-- Description of the task --
Each line below that contains "redrawn" should be counted. Give only the total.

========================

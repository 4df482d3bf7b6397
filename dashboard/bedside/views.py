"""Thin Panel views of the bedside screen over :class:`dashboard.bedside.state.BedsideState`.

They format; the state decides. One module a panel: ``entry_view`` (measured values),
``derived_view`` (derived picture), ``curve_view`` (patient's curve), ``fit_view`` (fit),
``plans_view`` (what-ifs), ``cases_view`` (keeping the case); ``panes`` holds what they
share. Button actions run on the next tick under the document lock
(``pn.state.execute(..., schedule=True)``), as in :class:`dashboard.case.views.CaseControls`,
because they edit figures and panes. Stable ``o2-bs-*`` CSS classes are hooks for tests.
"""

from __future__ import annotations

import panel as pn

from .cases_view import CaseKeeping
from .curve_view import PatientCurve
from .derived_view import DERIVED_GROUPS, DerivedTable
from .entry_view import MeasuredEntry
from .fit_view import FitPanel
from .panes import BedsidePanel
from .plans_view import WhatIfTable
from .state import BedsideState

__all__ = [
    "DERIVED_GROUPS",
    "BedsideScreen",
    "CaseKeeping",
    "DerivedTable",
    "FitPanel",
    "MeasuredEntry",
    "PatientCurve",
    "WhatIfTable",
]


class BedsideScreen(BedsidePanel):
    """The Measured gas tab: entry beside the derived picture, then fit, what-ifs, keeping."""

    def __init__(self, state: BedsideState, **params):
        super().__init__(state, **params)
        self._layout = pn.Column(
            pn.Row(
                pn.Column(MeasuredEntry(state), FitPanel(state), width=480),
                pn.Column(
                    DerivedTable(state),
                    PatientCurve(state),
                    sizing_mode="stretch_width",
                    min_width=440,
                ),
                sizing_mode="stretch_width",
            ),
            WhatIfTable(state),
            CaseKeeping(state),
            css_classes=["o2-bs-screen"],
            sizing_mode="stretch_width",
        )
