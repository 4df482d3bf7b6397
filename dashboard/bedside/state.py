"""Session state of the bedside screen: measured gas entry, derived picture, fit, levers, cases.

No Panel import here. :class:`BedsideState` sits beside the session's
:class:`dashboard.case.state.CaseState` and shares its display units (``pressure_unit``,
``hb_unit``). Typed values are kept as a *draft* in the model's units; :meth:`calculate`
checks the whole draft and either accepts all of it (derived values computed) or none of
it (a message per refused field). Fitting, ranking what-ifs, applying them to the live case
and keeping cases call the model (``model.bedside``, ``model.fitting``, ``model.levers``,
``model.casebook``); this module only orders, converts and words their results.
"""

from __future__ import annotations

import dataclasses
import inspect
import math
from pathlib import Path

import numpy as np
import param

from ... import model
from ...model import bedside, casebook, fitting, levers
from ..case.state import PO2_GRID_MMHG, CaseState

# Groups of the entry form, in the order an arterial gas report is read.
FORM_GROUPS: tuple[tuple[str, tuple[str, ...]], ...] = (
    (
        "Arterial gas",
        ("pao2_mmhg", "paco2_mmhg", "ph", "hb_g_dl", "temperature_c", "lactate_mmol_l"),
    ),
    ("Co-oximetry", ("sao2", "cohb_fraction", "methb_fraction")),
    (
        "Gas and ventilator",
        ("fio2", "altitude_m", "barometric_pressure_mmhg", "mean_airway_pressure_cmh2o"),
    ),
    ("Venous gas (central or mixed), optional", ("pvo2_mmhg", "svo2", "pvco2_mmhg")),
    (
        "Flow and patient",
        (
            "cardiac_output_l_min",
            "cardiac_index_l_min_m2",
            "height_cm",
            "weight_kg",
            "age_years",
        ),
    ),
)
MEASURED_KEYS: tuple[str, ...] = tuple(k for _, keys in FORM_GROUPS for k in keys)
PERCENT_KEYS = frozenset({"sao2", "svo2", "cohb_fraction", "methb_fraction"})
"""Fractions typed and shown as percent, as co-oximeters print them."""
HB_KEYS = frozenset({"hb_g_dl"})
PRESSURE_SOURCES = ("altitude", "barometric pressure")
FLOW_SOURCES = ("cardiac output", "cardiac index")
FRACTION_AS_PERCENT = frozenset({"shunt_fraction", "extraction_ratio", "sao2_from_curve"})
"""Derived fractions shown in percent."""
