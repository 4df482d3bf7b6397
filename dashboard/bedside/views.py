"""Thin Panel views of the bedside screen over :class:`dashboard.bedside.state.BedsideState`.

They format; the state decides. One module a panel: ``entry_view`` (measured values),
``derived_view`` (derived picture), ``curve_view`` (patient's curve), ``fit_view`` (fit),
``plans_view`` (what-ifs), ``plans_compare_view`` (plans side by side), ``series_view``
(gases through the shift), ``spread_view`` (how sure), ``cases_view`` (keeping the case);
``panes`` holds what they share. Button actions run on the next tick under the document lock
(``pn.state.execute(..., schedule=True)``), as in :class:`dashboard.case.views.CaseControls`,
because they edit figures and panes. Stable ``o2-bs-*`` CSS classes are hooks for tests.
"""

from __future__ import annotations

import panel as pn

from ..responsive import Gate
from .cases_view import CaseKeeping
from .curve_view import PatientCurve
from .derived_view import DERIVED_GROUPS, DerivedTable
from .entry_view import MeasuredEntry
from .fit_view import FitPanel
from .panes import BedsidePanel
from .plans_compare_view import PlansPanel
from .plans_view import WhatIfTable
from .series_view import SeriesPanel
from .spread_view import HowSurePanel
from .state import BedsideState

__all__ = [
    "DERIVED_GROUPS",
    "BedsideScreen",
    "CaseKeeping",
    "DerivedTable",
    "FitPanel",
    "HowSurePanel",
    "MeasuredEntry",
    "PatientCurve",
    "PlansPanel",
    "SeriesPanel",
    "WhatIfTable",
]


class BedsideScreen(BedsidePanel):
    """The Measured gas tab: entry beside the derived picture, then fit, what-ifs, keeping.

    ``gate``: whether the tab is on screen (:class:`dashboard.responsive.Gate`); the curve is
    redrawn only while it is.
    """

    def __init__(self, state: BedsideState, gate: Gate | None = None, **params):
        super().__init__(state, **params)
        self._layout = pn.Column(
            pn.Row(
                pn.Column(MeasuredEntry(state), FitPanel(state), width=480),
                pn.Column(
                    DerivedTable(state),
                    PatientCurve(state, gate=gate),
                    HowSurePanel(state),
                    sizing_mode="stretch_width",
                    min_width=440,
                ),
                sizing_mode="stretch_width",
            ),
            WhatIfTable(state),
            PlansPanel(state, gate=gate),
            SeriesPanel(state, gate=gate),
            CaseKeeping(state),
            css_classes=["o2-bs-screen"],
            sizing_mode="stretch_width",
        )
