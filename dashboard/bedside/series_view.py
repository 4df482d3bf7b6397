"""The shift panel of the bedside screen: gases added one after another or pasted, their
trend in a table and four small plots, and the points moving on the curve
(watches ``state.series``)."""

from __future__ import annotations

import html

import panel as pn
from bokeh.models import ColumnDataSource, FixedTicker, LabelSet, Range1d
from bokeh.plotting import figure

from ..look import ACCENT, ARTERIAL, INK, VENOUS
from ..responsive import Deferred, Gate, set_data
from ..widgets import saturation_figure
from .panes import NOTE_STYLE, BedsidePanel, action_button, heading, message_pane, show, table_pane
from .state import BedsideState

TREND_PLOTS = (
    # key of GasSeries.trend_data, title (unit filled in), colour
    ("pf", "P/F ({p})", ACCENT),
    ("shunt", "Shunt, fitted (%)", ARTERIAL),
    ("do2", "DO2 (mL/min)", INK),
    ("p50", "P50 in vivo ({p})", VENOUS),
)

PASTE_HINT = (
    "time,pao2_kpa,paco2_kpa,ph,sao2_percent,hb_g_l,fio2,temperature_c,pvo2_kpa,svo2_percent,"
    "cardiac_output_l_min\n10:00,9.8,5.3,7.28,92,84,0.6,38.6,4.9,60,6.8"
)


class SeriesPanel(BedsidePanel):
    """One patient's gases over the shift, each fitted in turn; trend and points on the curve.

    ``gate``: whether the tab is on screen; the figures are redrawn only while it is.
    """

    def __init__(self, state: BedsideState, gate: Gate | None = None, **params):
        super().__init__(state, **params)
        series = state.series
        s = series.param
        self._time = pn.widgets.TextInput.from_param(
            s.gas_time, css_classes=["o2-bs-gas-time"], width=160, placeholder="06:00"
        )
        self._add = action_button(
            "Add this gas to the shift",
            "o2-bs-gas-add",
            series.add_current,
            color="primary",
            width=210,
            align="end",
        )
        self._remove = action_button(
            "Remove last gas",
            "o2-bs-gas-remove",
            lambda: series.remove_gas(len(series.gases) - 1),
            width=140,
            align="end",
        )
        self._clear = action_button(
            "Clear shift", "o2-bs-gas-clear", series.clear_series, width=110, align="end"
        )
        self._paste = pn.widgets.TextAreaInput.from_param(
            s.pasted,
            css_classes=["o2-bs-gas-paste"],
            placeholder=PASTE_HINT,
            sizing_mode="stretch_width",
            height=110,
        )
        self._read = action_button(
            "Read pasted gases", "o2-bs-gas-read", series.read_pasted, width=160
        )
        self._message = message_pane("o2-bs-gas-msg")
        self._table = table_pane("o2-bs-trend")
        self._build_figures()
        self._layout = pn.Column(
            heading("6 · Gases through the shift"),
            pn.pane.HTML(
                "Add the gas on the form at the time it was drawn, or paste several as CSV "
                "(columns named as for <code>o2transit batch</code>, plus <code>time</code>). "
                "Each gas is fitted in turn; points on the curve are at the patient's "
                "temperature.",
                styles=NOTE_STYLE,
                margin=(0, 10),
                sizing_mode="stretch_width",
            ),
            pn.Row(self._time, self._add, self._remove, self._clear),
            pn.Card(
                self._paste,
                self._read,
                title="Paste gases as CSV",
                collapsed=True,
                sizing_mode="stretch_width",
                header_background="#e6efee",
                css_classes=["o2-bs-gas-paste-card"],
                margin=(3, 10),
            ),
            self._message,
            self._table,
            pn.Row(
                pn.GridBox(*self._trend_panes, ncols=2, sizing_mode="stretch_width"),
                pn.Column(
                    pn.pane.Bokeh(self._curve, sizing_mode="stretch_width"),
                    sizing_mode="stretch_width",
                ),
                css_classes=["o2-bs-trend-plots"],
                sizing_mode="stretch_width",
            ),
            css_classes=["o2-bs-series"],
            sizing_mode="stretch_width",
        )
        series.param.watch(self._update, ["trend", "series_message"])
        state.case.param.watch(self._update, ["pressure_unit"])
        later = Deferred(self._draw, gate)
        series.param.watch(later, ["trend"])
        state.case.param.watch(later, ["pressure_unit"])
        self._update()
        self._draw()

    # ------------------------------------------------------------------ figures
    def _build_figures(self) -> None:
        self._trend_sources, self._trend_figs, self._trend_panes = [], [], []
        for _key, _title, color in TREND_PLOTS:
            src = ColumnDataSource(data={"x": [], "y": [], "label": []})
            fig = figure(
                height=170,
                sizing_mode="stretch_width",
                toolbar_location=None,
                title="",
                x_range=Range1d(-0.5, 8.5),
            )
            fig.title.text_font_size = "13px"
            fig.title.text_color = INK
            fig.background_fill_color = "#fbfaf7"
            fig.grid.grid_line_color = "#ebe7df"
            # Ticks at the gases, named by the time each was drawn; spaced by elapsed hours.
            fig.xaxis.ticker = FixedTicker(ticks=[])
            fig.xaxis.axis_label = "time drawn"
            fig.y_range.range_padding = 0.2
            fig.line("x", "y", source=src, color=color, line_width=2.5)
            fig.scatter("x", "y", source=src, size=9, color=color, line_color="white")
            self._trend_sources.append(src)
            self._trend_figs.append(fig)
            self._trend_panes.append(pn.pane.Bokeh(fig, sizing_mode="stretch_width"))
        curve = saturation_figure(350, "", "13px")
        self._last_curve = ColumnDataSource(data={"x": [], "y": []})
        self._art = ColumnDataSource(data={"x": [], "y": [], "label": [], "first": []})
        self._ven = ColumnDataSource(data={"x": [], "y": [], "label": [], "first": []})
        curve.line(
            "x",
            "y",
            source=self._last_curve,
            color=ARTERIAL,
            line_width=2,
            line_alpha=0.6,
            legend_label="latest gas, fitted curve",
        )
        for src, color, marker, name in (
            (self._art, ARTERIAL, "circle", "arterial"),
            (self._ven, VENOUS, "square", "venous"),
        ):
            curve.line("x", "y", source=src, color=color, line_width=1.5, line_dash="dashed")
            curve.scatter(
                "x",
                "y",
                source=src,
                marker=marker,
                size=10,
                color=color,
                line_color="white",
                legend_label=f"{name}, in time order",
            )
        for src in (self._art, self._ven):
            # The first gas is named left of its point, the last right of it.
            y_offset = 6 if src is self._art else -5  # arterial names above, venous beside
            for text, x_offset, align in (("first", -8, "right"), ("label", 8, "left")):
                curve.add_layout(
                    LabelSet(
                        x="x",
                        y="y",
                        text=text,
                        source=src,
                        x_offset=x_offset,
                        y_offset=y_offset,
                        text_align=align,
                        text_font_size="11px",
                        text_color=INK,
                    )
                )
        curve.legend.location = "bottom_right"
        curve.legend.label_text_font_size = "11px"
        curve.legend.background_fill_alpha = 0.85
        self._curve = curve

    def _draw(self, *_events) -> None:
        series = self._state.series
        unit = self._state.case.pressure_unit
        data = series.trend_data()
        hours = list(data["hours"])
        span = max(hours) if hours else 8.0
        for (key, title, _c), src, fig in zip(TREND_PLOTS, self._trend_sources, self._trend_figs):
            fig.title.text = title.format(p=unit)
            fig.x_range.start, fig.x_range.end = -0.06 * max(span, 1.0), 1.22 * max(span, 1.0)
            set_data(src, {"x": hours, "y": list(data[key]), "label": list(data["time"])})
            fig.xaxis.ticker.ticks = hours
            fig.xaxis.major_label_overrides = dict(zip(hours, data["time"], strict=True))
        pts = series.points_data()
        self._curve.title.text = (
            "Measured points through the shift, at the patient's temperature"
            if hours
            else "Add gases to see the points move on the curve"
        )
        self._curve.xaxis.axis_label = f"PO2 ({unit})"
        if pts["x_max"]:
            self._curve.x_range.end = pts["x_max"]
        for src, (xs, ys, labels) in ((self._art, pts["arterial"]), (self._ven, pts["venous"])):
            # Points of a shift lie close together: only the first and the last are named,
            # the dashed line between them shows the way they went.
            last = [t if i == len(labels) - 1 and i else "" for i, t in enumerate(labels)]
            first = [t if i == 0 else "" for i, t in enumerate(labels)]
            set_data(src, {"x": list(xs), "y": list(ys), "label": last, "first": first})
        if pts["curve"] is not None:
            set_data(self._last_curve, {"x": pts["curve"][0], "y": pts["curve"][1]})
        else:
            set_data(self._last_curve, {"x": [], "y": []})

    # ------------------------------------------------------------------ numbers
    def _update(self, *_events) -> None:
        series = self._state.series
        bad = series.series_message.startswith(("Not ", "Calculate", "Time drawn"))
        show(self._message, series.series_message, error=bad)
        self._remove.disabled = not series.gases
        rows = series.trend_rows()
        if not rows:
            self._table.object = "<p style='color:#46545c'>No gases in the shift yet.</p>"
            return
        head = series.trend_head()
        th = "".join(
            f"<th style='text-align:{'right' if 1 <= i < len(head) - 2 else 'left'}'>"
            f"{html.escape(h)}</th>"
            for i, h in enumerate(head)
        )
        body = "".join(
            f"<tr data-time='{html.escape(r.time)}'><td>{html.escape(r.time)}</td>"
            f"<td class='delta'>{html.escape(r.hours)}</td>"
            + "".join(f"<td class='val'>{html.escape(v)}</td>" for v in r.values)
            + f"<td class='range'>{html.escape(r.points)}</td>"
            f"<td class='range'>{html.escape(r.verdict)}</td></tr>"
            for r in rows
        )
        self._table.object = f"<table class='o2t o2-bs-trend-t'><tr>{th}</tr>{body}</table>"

========================

-- Response to this task --
2